Don't get me wrong, I totally get where you and Mark are coming from. That said, after being in this game for decades, I've seen a few changes. One was the discontinuation of 1/8" jacks as power supply connectors. I came to realize that that thin long plug (TS) was vulnerable to being literally broken off if hit at an angle. I agree the new ones have have their own issues but they do effectively separate the + and - better and won't break off like the old 1/8" jacks did. Consider this as well: If one were to bend or break said 1/8" power supply jack, there is a very good possibility it would short which might take out the wall wart it's connected to. Not so with the newer type.
The idea of using them with fixed pedals has merit but builders/manufacturers usually try to build to worst case users....the guys who don't have their pedals fixed to a board but rather throw together their rigs with the patch cables holding everything together and then breaking them apart again. I don't think 1/8" would do well there....1/4" barely does.


----------



## DavidP (Mar 7, 2006)

Yes, more top-mount jacks on pedals, please!!!


----------



## Mark Brown (Jan 4, 2022)

nonreverb said:


> Don't get me wrong, I totally get where you and Mark are coming from. That said, after being in this game for decades, I've seen a few changes. One was the discontinuation of 1/8" jacks as power supply connectors. I came to realize that that thin long plug (TS) was vulnerable to being literally broken off if hit at an angle. I agree the new ones have have their own issues but they do effectively separate the + and - better and won't break off like the old 1/8" jacks did. Consider this as well: If one were to bend or break said 1/8" power supply jack, there is a very good possibility it would short which might take out the wall wart it's connected to.
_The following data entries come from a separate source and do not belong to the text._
def kv_answers(
    n: int, seed: int, good_share: float = 0.4
) -> Iterator[tuple[list[str], bool, dict[str, Any], str]]:
    """lf-kv answers to ?LAST (sim/README.md): lines without terminators, END excluded."""
    rng = random.Random(seed)
    for i in range(n):
        _, v = _delim_good(rng, i + 1)
        pu = rng.choice(["kPa", "psi", "bar", "mbar"])
        p_unit = v["test_pressure_pa"] / to_canonical(1.0, pu, "pressure")
        loss_unit = v["pressure_loss_pa"] / to_canonical(1.0, pu, "pressure")
        ended = v["local_ended"]
        lines = [
            "TYPE=RES", f"CYC={v['cycle']}", f"TS={ended:%Y-%m-%dT%H:%M:%SZ}", "PRG=MV-44",
            f"SN={v['part_id'] or ''}", f"VRD={_KV_CODES[v['verdict']]}", f"PU={pu}", "LU=sccm",
            f"P={p_unit:.3f}", f"DP={loss_unit:.5f}", f"LR={v['leak_rate_sccm']:.3f}",
            f"LIM={v['reject_limit_sccm']:.3f}",
            f"LLIM={'' if v['lower_limit_sccm'] is None else format(v['lower_limit_sccm'], '.3f')}",
            f"TF={v['fill_s']:.1f}", f"TST={v['stabilise_s']:.1f}", f"TT={v['test_s']:.1f}",
            f"TMP={'' if v['temperature_c'] is None else format(v['temperature_c'], '.1f')}",
        ]  # fmt: skip
        ref = {**v, "program": "MV-44",
               "test_pressure_pa": round(p_unit, 3) * to_canonical(1.0, pu, "pressure"),
               "pressure_loss_pa": round(loss_unit, 5) * to_canonical(1.0, pu, "pressure"),
               "temperature_c": None if v["temperature_c"] is None
               else round(v["temperature_c"], 1)}
        if rng.random() < good_share:
            yield lines, True, ref, ""
            continue
        why = rng.choice(["drop", "verdict", "unit", "number", "ts", "control", "type"])
        if why == "drop":
            del lines[rng.choice([1, 2, 5, 8, 10, 11])]
        elif why == "verdict":
            lines[5] = "VRD=" + rng.choice(["OK", "good", "FAIL", ""])
        elif why == "unit":
            lines[6] = "PU=" + rng.choice(["furlong", "kpa2", "", "Pa/s"])
        elif why == "number":
            at = rng.choice([8, 9, 10, 11, 13])
            lines[at] = lines[at].split("=")[0] + "=" + rng.choice(["abc", "1.2.3", "--3", "1e"])
        elif why == "ts":
            lines[2] = "TS=" + rng.choice(
                ["2026-13-01T00:00:00Z", "yesterday", "2026-02-30T01:00:00Z"])
        elif why == "control":
            at = rng.randrange(len(lines))
            lines[at] = lines[at] + chr(rng.choice([0, 7, 27, 127]))
        elif why == "type":
            lines[0] = "TYPE=" + rng.choice(["XYZ", "", "res"])
        yield lines, False, {}, why


_SEMI_CODES = {"pass": "OK", "reject": "NOK", "gross": "GROSS", "aborted": "ABORT"}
Not so with the newer type.
> The idea of using them with fixed pedals has merit but builders/manufacturers usually try to build to worst case users....the guys who don't have their pedals fixed to a board but rather throw together their rigs with the patch cables holding everything together and then breaking them apart again. I don't think 1/8" would do well there....1/4" barely does.


Much as I would like to, I dont think I can argue with any of that 

I was thinking too, it would make for a Mish Mash trying to line out from instrument to pedal, what would a person need to own? Some 1/4 to 1/8 or adapter.... no one likes adapters. 

It would work great as a board platform, I will argue that all day long.... but why?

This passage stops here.